### TASK DETAILS
With the records as your source, report how many lines contain "score". Add no other words.

=======

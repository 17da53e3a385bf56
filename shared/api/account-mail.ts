import { z } from 'zod';
import { idSchema } from './common';

/**
 * A job on the account-mail queue (API → worker). Anonymous requests only
 * enqueue one of these and answer at once, the same for every address; the
 * worker decides what the address gets (a link, or a note to the owner of an
 * existing account) and makes the link's token, so the request's time and
 * success never depend on the mail server and no raw token is stored.
 */
export const accountMailJobSchema = z.discriminatedUnion('kind', [
  /** Sign-up, step one: a link to choose the password, or "someone tried to sign up with your address". */
  z.object({ kind: z.literal('sign-up'), email: z.string().email(), displayName: z.string().min(1).max(80), teamName: z.string().min(2).max(120) }),
  /** A reset link for the active account of this address; nothing for an address without one. */
  z.object({ kind: z.literal('reset'), email: z.string().email() }),
  /** An invitation's link, or "you cannot join a second team with this account" to an address that has one. */
  z.object({ kind: z.literal('invitation'), invitationId: idSchema }),
  /** Tells the owner their password was changed (signed in) or reset (by link). */
  z.object({ kind: z.literal('password-changed'), userId: z.string().min(1), how: z.enum(['changed', 'reset']) }),
]);

export type AccountMailJob = z.infer<typeof accountMailJobSchema>;
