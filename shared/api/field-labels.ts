import type { z } from 'zod';

/**
 * Every field of a request payload as its form labels it. Messages about a
 * field — the API's (server/http/validate.ts) and the forms' own checks —
 * name it by this label, never by its schema key: "Due date must be a date
 * like 2027-01-31", not "dueDate must …". The forms take their labels from
 * here too (components/screens/designs/design-fields.ts,
 * components/screens/materials/band-parameters.ts,
 * components/screens/modules/module-fields.tsx), so the two cannot drift.
 *
 * Keys are a payload's field keys; a full dotted path (`definition.minority.effectiveMass`)
 * wins over its last key where one key means different things in different places.
 */
export const fieldLabels = {
  // Designs (shared/api/designs.ts).
  name: 'Name',
  notes: 'Notes',
  familyId: 'Material family',
  familyVersion: 'Family version',
  objective: 'Objective',
  lengthMm: 'Leg length L',
  areaMm2: 'Cross-section A',
  hotSide: 'Hot-side temperature Th',
  heatLoad: 'Heat load Qc',
  coldSide: 'Cold-side target Tc',
  minPerCm3: 'Lowest doping',
  maxPerCm3: 'Highest doping',
  controlPoints: 'Control points',
  monotone: 'Monotone profile',
  starts: 'Search starts',
  minZoneMm: 'Shortest zone',
  coldContactMicroOhmCm2: 'Cold contact ρc',
  hotContactMicroOhmCm2: 'Hot contact ρc',
  parasitic: 'Parasitic heat',
  parasiticLoadW: 'Parasitic load',
  emissivity: 'Emissivity ε',
  surroundingsK: 'Surroundings Ts',
  // Sweeps.
  parameter: 'Swept setting',
  values: 'Values',
  // Modules (shared/api/modules.ts).
  deltaT: 'ΔT',
  couples: 'Couples N',
  areaRatio: 'Area ratio A_n / A_p',
  contactResistivity: 'Contact resistivity per junction',
  coldPlateResistance: 'Cold plate thermal resistance',
  hotPlateResistance: 'Hot plate thermal resistance',
  currentLimit: 'Supply or wire current limit',
  runId: 'Run',
  leg: 'Leg',
  perCm3: 'Doping n',
  // Coolers: matched couples and cascades (shared/api/coolers.ts).
  designId: 'Leg design',
  stages: 'Stages',
  'stages.source': 'Legs of the stage',
  interfaceResistance: 'Interface resistance to the next warmer stage',
  wiring: 'Wiring',
  couplesLimit: 'Couple count limit',
  total: 'Couples in all stages',
  baseAreaMm2: 'Base area',
  // Growth orders (shared/api/growth.ts).
  batch: 'Batch',
  dueDate: 'Due date',
  zones: 'Zones K',
  lossBudget: 'ΔT loss budget',
  measureTemperature: 'Check temperature',
  dopingScatter: 'Doping scatter per zone (1σ)',
  hallFactor: 'Hall factor r_H',
  temperature: 'Measured at',
  note: 'Note for the timeline',
  reason: 'Reason',
  verdict: 'Verdict',
  // Accounts and the team (shared/api/auth.ts).
  email: 'E-mail',
  displayName: 'Your name',
  teamName: 'Team name',
  password: 'Password',
  currentPassword: 'Current password',
  newPassword: 'New password',
  role: 'Role',
  token: 'Link',
  // Material families (shared/api/families.ts).
  summary: 'Summary',
  source: 'Source',
  definition: 'Material definition',
  'definition.carrier': 'Carrier type',
  'definition.effectiveMass': 'Effective mass',
  'definition.mobility300': 'Mobility at 300 K',
  'definition.mobilityExponent': 'Mobility exponent',
  'definition.latticeKappa300': 'Lattice thermal conductivity at 300 K',
  'definition.latticeKappaExponent': 'Lattice κ exponent',
  'definition.minority': 'Minority band',
  'definition.minority.bandGap': 'Band gap at 0 K',
  'definition.minority.bandGapSlope': 'Gap temperature coefficient',
  'definition.minority.effectiveMass': 'Minority effective mass',
  'definition.minority.mobility300': 'Minority mobility at 300 K',
  'definition.minority.mobilityExponent': 'Minority mobility exponent',
} as const satisfies Record<string, string>;

const labels: Readonly<Record<string, string>> = fieldLabels;

const legSides: Readonly<Record<string, string>> = { p: 'p-type leg', n: 'n-type leg' };

/** The label of a field path ("dueDate", "p.perCm3", "definition.rows[3].seebeck"), or undefined when it has none. */
export function labelOf(path: string): string | undefined {
  const plain = path.replace(/\[\d+\]/g, '');
  if (labels[plain]) return labels[plain];
  const keys = plain.split('.');
  // A module's legs: "p.perCm3" → "Doping n (p-type leg)".
  const side = keys.length > 1 ? legSides[keys[0]] : undefined;
  const last = labels[keys[keys.length - 1]];
  if (side && last) return `${last} (${side})`;
  return last;
}

/** Schema keys written inside a message ("… must be below hotSide"), each replaced by its label. */
const keyPattern = new RegExp(`\\b(${Object.keys(fieldLabels).filter((k) => !k.includes('.') && /[A-Z]/.test(k)).join('|')})\\b`, 'g');

/**
 * A message about `path` in the form's words: a leading schema key (or an
 * engine's "bounds.minPerCm3: …" prefix) becomes the field's label, and any
 * other schema key inside it becomes that field's label.
 */
export function wordMessage(path: string, message: string): string {
  const label = labelOf(path);
  const key = path.replace(/\[\d+\]/g, '').split('.').pop() ?? path;
  let text = message;
  const engine = /^[\w.[\]]+: (.*)$/s.exec(text);
  if (label && engine) text = `${label}: ${engine[1]}`;
  else if (label && key && (text === key || text.startsWith(`${key} `))) text = `${label}${text.slice(key.length)}`;
  // A quoted word is a value to type ("current" or "deltaT"), not a field: it stays as written.
  return text
    .split(/("[^"]*"|“[^”]*”)/)
    .map((part, i) => (i % 2 === 1 ? part : part.replace(keyPattern, (code) => labels[code] ?? code)))
    .join('');
}

/**
 * A message about a field as a sentence of its own, for a summary away from
 * the field: "Due date must be a date like …", "Run (p-type leg): no such run in this team".
 */
export function fieldSentence(path: string, message: string): string {
  const worded = wordMessage(path, message);
  const label = labelOf(path);
  // A field without a label (a table cell) keeps its path, so the message still says where —
  // unless the message names it already ("the file has 2000 rows" about `file`).
  const named = label === undefined && new RegExp(`\\b${path.replace(/[^\w]/g, '')}\\b`, 'i').test(worded);
  const name = label ?? (named ? '' : path);
  if (name && !label && !worded.startsWith(name)) return `${name}: ${worded}`;
  const text = name && !worded.startsWith(name) ? `${name}: ${worded}` : worded;
  return text.charAt(0).toUpperCase() + text.slice(1);
}

/** The dotted path of a zod issue, e.g. `definition.rows[3].seebeck`. */
export function issuePath(path: readonly PropertyKey[]): string {
  return path.reduce<string>((acc, k) => (typeof k === 'number' ? `${acc}[${k}]` : acc ? `${acc}.${String(k)}` : String(k)), '');
}

/** The subject of a message: the field's label, or "This value" for a field without one. */
const subject = (path: string) => labelOf(path) ?? (path ? `This value (${path})` : 'This value');

/**
 * One zod issue in the form's words. Schemas that write their own message
 * keep it (with keys turned into labels); zod's built-in wording
 * ("Too small: expected number to be >=100") is rewritten around the label.
 */
export function wordIssue(issue: z.core.$ZodIssue, prefix = ''): string {
  const path = [prefix, issuePath(issue.path)].filter(Boolean).join('.');
  const builtIn = /^(Invalid input|Too small|Too big|Invalid option|Unrecognized key|Invalid string|Invalid number)/.test(issue.message);
  if (!builtIn) return wordMessage(path, issue.message);
  const who = subject(path);
  switch (issue.code) {
    case 'invalid_type':
      if (issue.message.endsWith('received undefined')) return `${who} is required`;
      return `${who} must be ${issue.expected === 'number' ? 'a number' : issue.expected === 'int' ? 'a whole number' : issue.expected === 'string' ? 'text' : `a ${issue.expected}`}`;
    case 'too_small':
      if (issue.origin === 'string') return `${who} needs at least ${String(issue.minimum)} characters`;
      if (issue.origin === 'array' || issue.origin === 'set') return `${who} needs at least ${String(issue.minimum)} entries`;
      return `${who} must be ${issue.inclusive ? 'at least' : 'greater than'} ${String(issue.minimum)}`;
    case 'too_big':
      if (issue.origin === 'string') return `${who} is at most ${String(issue.maximum)} characters`;
      if (issue.origin === 'array' || issue.origin === 'set') return `${who} has at most ${String(issue.maximum)} entries`;
      return `${who} must be ${issue.inclusive ? 'at most' : 'less than'} ${String(issue.maximum)}`;
    case 'invalid_value':
      return `${who} must be one of: ${issue.values.map(String).join(', ')}`;
    case 'unrecognized_keys':
      return `${issue.keys.length === 1 ? 'Unknown field' : 'Unknown fields'} ${issue.keys.map((k) => `“${k}”`).join(', ')}`;
    case 'invalid_format':
      return `${who} is not in the expected form`;
    default:
      return `${who}: ${issue.message}`;
  }
}
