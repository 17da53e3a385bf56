import { z } from 'zod';
import { idSchema, isoDateTimeSchema } from './common';
import { designSchema } from './designs';

/** What a run optimises: one leg (from a design), a matched couple or a cascade (from a cooler, see coolers.ts). */
export const runKindSchema = z.enum(['leg', 'couple', 'cascade']);

export const runStateSchema = z.enum(['queued', 'running', 'succeeded', 'failed', 'cancelled']);

/**
 * The start a multi-start search is working on: its place in the search and
 * its own best point so far (not the run's best, which may come from an
 * earlier start).
 */
export const runStartProgressSchema = z.object({
  /** 1 = the first start. */
  number: z.number().int().min(1),
  of: z.number().int().min(1),
  /** Best objective of this start so far, and the current it is at. */
  best: z.number(),
  current: z.number().nullable(),
});

/** Latest progress of a running optimisation (also the socket event `run:progress`). */
export const runProgressSchema = z.object({
  runId: idSchema,
  phase: z.string(),
  iteration: z.number().int(),
  /** Objective at the latest point and best so far over every start: ΔT [K], heat load [W] or COP. */
  objective: z.number(),
  best: z.number(),
  /** The current [A] of the design that holds `best`; null when unknown (progress stored before it was reported). */
  bestCurrent: z.number().nullable().default(null),
  /** The start being searched; null when unknown (progress stored before starts were reported). */
  start: runStartProgressSchema.nullable().default(null),
  /** Best doping profile of the start being searched: fractions from the cold end, cm⁻³. */
  doping: z.object({ x: z.array(z.number()), perCm3: z.array(z.number()) }).nullable(),
  /** Estimated fraction of the work done, 0–1 (an estimate: optimisers stop when converged). */
  fractionDone: z.number().min(0).max(1),
  evaluations: z.number().int(),
  elapsedSeconds: z.number(),
  at: isoDateTimeSchema,
});

/** Where a queued run stands and why it waits, in words for the user. */
export const runWaitingSchema = z.object({
  /** 1 = next to start. Other teams' runs are counted, never named. */
  position: z.number().int().min(1),
  reason: z.string(),
});

/**
 * Where a finished run's profile stands against bipolar conduction (two-band
 * families only): the largest share of the current minority carriers carry
 * along the leg, and where. `bipolar` is share > 5 %.
 */
export const runBipolarSchema = z.object({
  share: z.number().min(0).max(1),
  x: z.number(),
  temperature: z.number(),
  perCm3: z.number(),
  /** The point is the leg's cold or hot end (else somewhere between). */
  end: z.enum(['cold', 'hot']).nullable(),
  bipolar: z.boolean(),
});

export const runSummarySchema = z.object({
  id: idSchema,
  /** The team's short number for the run ("Run 12"): 1, 2, 3 … in launch order, never reused. */
  number: z.number().int().min(1),
  kind: runKindSchema.default('leg'),
  /** The leg design a leg run ran; null for couple and cascade runs. */
  designId: idSchema.nullable(),
  /** The cooler (couple or cascade) a couple or cascade run ran; null for leg runs. */
  coolerId: idSchema.nullable().default(null),
  /** The design's or the cooler's name. */
  designName: z.string(),
  sweepId: idSchema.nullable(),
  sweepValue: z.number().nullable(),
  state: runStateSchema,
  objective: z.string(),
  /** Best objective (final when finished). */
  best: z.number().nullable(),
  deltaT: z.number().nullable(),
  fractionDone: z.number(),
  /** Search starts the run was launched with (the multi-start search's size). */
  starts: z.number().int().min(1),
  /** Display name of who launched it. */
  launchedBy: z.string(),
  createdAt: isoDateTimeSchema,
  startedAt: isoDateTimeSchema.nullable(),
  finishedAt: isoDateTimeSchema.nullable(),
  error: z.string().nullable(),
  attempts: z.number().int(),
  /** Set while the run is queued. */
  waiting: runWaitingSchema.nullable(),
  /** Minority carriers along the result's profile; null without a result or for a family with no minority band. */
  bipolar: runBipolarSchema.nullable(),
});

export const runsResponseSchema = z.object({ runs: z.array(runSummarySchema) });

export const tracePointSchema = z.object({ iteration: z.number().int(), objective: z.number(), best: z.number(), seconds: z.number() });
/** Points of the trace shown with a run; a run of hours writes tens of thousands. */
export const traceShownMax = 400;
/** Largest page of `GET /api/runs/:id/trace`. */
export const tracePageMax = 2000;

/** `GET /api/runs/:id/trace?offset=&limit=`: the full progress trace, in bounded pages, oldest first. */
export const tracePageQuerySchema = z.object({
  offset: z.coerce.number({ error: 'offset must be a whole number' }).int({ error: 'offset must be a whole number' }).min(0, { error: 'offset must be 0 or more' }).default(0),
  limit: z.coerce.number({ error: 'limit must be a whole number' }).int({ error: 'limit must be a whole number' }).min(1, { error: 'limit must be at least 1' }).max(tracePageMax, { error: `limit must be at most ${tracePageMax}` }).default(500),
});
export const tracePageSchema = z.object({ total: z.number().int(), offset: z.number().int(), points: z.array(tracePointSchema) });

/** A stored leg run (kind "leg"; couple and cascade runs: coolerRunDetailSchema in coolers.ts): the frozen design and case it ran, its progress trace and its result (engine output). */
export const runDetailSchema = z.object({
  run: runSummarySchema,
  design: designSchema,
  /** The engine case, exactly as run (SI; doping cm⁻³). */
  case: z.record(z.string(), z.unknown()),
  familyVersion: z.number().int(),
  progress: runProgressSchema.nullable(),
  /** The progress trace thinned to at most `traceShownMax` points (first and last kept); all of it page by page at /api/runs/:id/trace. */
  trace: z.array(tracePointSchema),
  traceTotal: z.number().int(),
  /** The engine's OptimizeResult (see shared/engine); null until finished (or cancelled with a best-so-far). */
  result: z.record(z.string(), z.unknown()).nullable(),
  engineVersion: z.string(),
});

export const sweepParameterSchema = z.enum(['hotSide', 'lengthMm', 'heatLoad', 'maxPerCm3', 'minPerCm3']);
export const sweepRequestSchema = z.strictObject({
  parameter: sweepParameterSchema,
  values: z.array(z.number({ error: 'values must be numbers' }).refine(Number.isFinite, { error: 'values must be finite numbers' })).min(2, { error: 'a sweep needs at least 2 values' }).max(40, { error: 'a sweep has at most 40 values' }),
});
export const sweepSchema = z.object({
  id: idSchema,
  designId: idSchema,
  parameter: sweepParameterSchema,
  values: z.array(z.number()),
  createdAt: isoDateTimeSchema,
  runs: z.array(runSummarySchema),
});

export type RunKind = z.infer<typeof runKindSchema>;
export type RunState = z.infer<typeof runStateSchema>;
export type RunProgress = z.infer<typeof runProgressSchema>;
export type RunStartProgress = z.infer<typeof runStartProgressSchema>;
export type RunSummary = z.infer<typeof runSummarySchema>;
export type RunWaiting = z.infer<typeof runWaitingSchema>;
export type RunBipolar = z.infer<typeof runBipolarSchema>;
export type TracePage = z.infer<typeof tracePageSchema>;
export type RunDetail = z.infer<typeof runDetailSchema>;
export type SweepRequest = z.infer<typeof sweepRequestSchema>;
export type Sweep = z.infer<typeof sweepSchema>;
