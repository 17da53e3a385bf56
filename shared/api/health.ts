import { z } from 'zod';

export const healthCheckSchema = z.object({
  ok: z.boolean(),
  detail: z.string(),
});

/** The dependencies the API reports on, in display order. */
export const healthCheckNames = ['database', 'queue', 'worker', 'mail', 'events'] as const;
export type HealthCheckName = (typeof healthCheckNames)[number];

/**
 * `GET /api/health`. The same body may come with 200 (ok) or 503
 * (degraded); the client accepts both.
 */
export const healthResponseSchema = z.object({
  status: z.enum(['ok', 'degraded']),
  version: z.string(),
  checks: z.object({
    database: healthCheckSchema,
    queue: healthCheckSchema,
    worker: healthCheckSchema,
    mail: healthCheckSchema,
    /** The API's relay of live events to browsers (absent where no sockets are served). */
    events: healthCheckSchema.optional(),
  }),
});

export type HealthCheck = z.infer<typeof healthCheckSchema>;
export type HealthResponse = z.infer<typeof healthResponseSchema>;
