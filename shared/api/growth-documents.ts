import { z } from 'zod';
import type { GrowthSheet } from '../growth/growth-sheet';
import type { MeasurementReport } from '../growth/measurement-report';

/**
 * The parts of a growth sheet and a measurement report the client reads.
 * `GET /api/growth-orders/:id` carries both as opaque JSON (./growth.ts);
 * these schemas check them before a screen relies on a field.
 */
const pair = z.tuple([z.number(), z.number()]);

export const sheetZoneSchema = z.object({
  index: z.number().int(),
  startMm: z.number(),
  endMm: z.number(),
  perCm3: z.number(),
  lowPerCm3: z.number(),
  highPerCm3: z.number(),
  lowAtBound: z.boolean(),
  highAtBound: z.boolean(),
  lossAtLow: z.number(),
  lossAtHigh: z.number(),
  seebeckUvK: z.number(),
  sigmaSCm: z.number(),
  seebeckBandUvK: pair,
  sigmaBandSCm: pair,
});

export const sheetStepSchema = z.object({
  zones: z.number().int(),
  value: z.number(),
  deltaT: z.number(),
  current: z.number(),
  rows: z.array(sheetZoneSchema),
});

export const growthSheetSchema = z.object({
  unit: z.enum(['K', 'W', '']),
  lossBudget: z.number(),
  measureTemperature: z.number(),
  lengthMm: z.number(),
  minZoneMm: z.number(),
  continuous: z.object({ value: z.number(), deltaT: z.number() }),
  steps: z.array(sheetStepSchema).min(1),
});

const score = z.object({ value: z.number(), deltaT: z.number(), feasible: z.boolean() });

export const measurementReportSchema = z.object({
  zones: z.number().int(),
  points: z.array(
    z.object({
      line: z.number().int(),
      positionMm: z.number(),
      perCm3: z.number(),
      fromSeebeck: z.number().nullable(),
      fromSigma: z.number().nullable(),
      fromHall: z.number().nullable(),
      disagree: z.boolean(),
      outOfRange: z.boolean(),
    }),
  ),
  verdicts: z.array(
    z.object({
      zone: z.number().int(),
      measured: z.number().nullable(),
      verdict: z.enum(['within', 'low', 'high', 'unmeasured']),
      points: z.number().int(),
    }),
  ),
  target: z.object({ value: z.number(), deltaT: z.number(), current: z.number() }),
  asGrown: z.object({ atDesignCurrent: score, atBestCurrent: score.extend({ current: z.number() }) }),
  warnings: z.array(z.string()),
  /** What the CSV reader noticed (ignored columns, suspicious units), stored with the report. */
  uploadWarnings: z.array(z.object({ line: z.number().optional(), column: z.string().optional(), message: z.string() })).optional(),
});

export type SheetZone = z.infer<typeof sheetZoneSchema>;
export type SheetStep = z.infer<typeof sheetStepSchema>;
export type SheetView = z.infer<typeof growthSheetSchema>;
export type ReportView = z.infer<typeof measurementReportSchema>;
export type ZoneVerdictView = ReportView['verdicts'][number];
export type InferredPointView = ReportView['points'][number];

// Compile-time checks: what the server computes fits what the client reads.
const _sheetFits = (s: GrowthSheet): SheetView => s;
const _reportFits = (r: MeasurementReport): ReportView => r;

/** The stored sheet, or null when it is missing or not in the expected shape. */
export function readSheet(raw: unknown): SheetView | null {
  const parsed = growthSheetSchema.safeParse(raw);
  return parsed.success ? parsed.data : null;
}

/** A stored measurement report, or null when it is not in the expected shape. */
export function readReport(raw: unknown): ReportView | null {
  const parsed = measurementReportSchema.safeParse(raw);
  return parsed.success ? parsed.data : null;
}
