import { z } from 'zod';
import { materialSchema } from '../engine/case-schema';
import { idSchema, isoDateTimeSchema } from './common';

/** How a family describes S, σ and κ as functions of doping and temperature. */
export const familyKindSchema = z.enum(['band', 'table', 'constant']);

/** Majority carrier of the family: holes (p), electrons (n) or not fixed. */
export const carrierSchema = z.enum(['p', 'n']).nullable();

export const familySummarySchema = z.object({
  id: idSchema,
  name: z.string().min(1),
  kind: familyKindSchema,
  carrier: carrierSchema,
  summary: z.string(),
  source: z.string(),
  createdBy: z.string(),
  createdAt: isoDateTimeSchema,
  isDemo: z.boolean(),
  /** The current version number (1, 2, …); every edit adds one. */
  version: z.number().int().min(1),
  archived: z.boolean(),
  updatedAt: isoDateTimeSchema,
});

export const teamRefSchema = z.object({
  id: z.string().min(1),
  name: z.string().min(1),
});

/** `GET /api/families?archived=1` — the material families of the caller's team (archived ones only with the flag). */
export const familiesResponseSchema = z.object({
  team: teamRefSchema,
  families: z.array(familySummarySchema),
});

/** One immutable version of a family: the engine's material object plus provenance. */
export const familyVersionSchema = z.object({
  version: z.number().int().min(1),
  definition: materialSchema,
  summary: z.string(),
  source: z.string(),
  createdBy: z.string(),
  createdAt: isoDateTimeSchema,
  /** Runs that used this version; a version with runs can never change. */
  runCount: z.number().int().min(0),
});

/** `GET /api/families/:id` (current version) and `GET /api/families/:id/versions/:version`. */
export const familyDetailResponseSchema = z.object({
  family: familySummarySchema,
  current: familyVersionSchema,
  versions: z.array(familyVersionSchema.omit({ definition: true })),
});

const text = (field: string, max: number) => z.string({ error: `${field} must be text` }).trim().max(max, { error: `${field} is longer than ${max} characters` });

/** `POST /api/families` (JSON) — a band-model or constant family, or a table sent as JSON rows. */
export const createFamilyRequestSchema = z.strictObject({
  name: text('name', 120).min(1, { error: 'name is required' }),
  summary: text('summary', 2000).default(''),
  source: text('source', 2000).min(1, { error: 'source is required: say where the numbers come from' }),
  definition: materialSchema,
});

/** `PUT /api/families/:id` — any subset; a new version is written when anything but the name changes. */
export const updateFamilyRequestSchema = z.strictObject({
  name: text('name', 120).min(1, { error: 'name must not be empty' }).optional(),
  summary: text('summary', 2000).optional(),
  source: text('source', 2000).min(1, { error: 'source must not be empty' }).optional(),
  definition: materialSchema.optional(),
});

/** `POST /api/families/:id/duplicate`. */
export const duplicateFamilyRequestSchema = z.strictObject({ name: text('name', 120).min(1, { error: 'name is required' }) });

export type FamilyKind = z.infer<typeof familyKindSchema>;
export type Carrier = z.infer<typeof carrierSchema>;
export type FamilySummary = z.infer<typeof familySummarySchema>;
export type TeamRef = z.infer<typeof teamRefSchema>;
export type FamiliesResponse = z.infer<typeof familiesResponseSchema>;
export type FamilyVersion = z.infer<typeof familyVersionSchema>;
export type FamilyDetailResponse = z.infer<typeof familyDetailResponseSchema>;
export type CreateFamilyRequest = z.input<typeof createFamilyRequestSchema>;
export type UpdateFamilyRequest = z.input<typeof updateFamilyRequestSchema>;
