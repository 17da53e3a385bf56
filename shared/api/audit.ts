import { z } from 'zod';
import { isoDateTimeSchema } from './common';

/** What the audit trail records (server/audit): account events, and changes that cannot be taken back or that let data leave. */
export const auditActions = [
  'sign-in',
  'sign-in-failed',
  'signed-out-everywhere',
  'password-changed',
  'password-reset',
  'team-created',
  'invitation-sent',
  'invitation-revoked',
  'invitation-accepted',
  'role-changed',
  'member-removed',
  'order-released',
  'module-deleted',
  'cooler-deleted',
  'family-archived',
  'family-unarchived',
  'sheet-exported',
  'report-exported',
  'audit-exported',
] as const;
export const auditActionSchema = z.enum(auditActions);
export type AuditAction = z.infer<typeof auditActionSchema>;

/**
 * One event. `actor` is the member's name at the time (null when nobody was
 * signed in, as for a failed sign-in); `email` is the address the event is
 * about (tried at a failed sign-in, invited, …); `ip` the request's address.
 */
export const auditEventSchema = z.object({
  id: z.string().regex(/^\d+$/),
  at: isoDateTimeSchema,
  action: auditActionSchema,
  actor: z.string().nullable(),
  actorId: z.string().nullable(),
  email: z.string().nullable(),
  subjectId: z.string().nullable(),
  summary: z.string(),
  ip: z.string().nullable(),
});

/** `GET /api/audit?before=&limit=` — newest first; `next` is the `before` of the following page. */
export const auditPageSchema = z.object({ events: z.array(auditEventSchema), next: z.string().nullable() });
export const auditQuerySchema = z.object({
  before: z.string().regex(/^\d{1,18}$/, { error: 'before must be an event id from the previous page' }).optional(),
  limit: z.coerce.number({ error: 'limit must be a whole number' }).int({ error: 'limit must be a whole number' }).min(1, { error: 'limit is 1–200' }).max(200, { error: 'limit is 1–200' }).default(50),
});

export type AuditEvent = z.infer<typeof auditEventSchema>;
export type AuditPage = z.infer<typeof auditPageSchema>;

=======

### ANSWER
2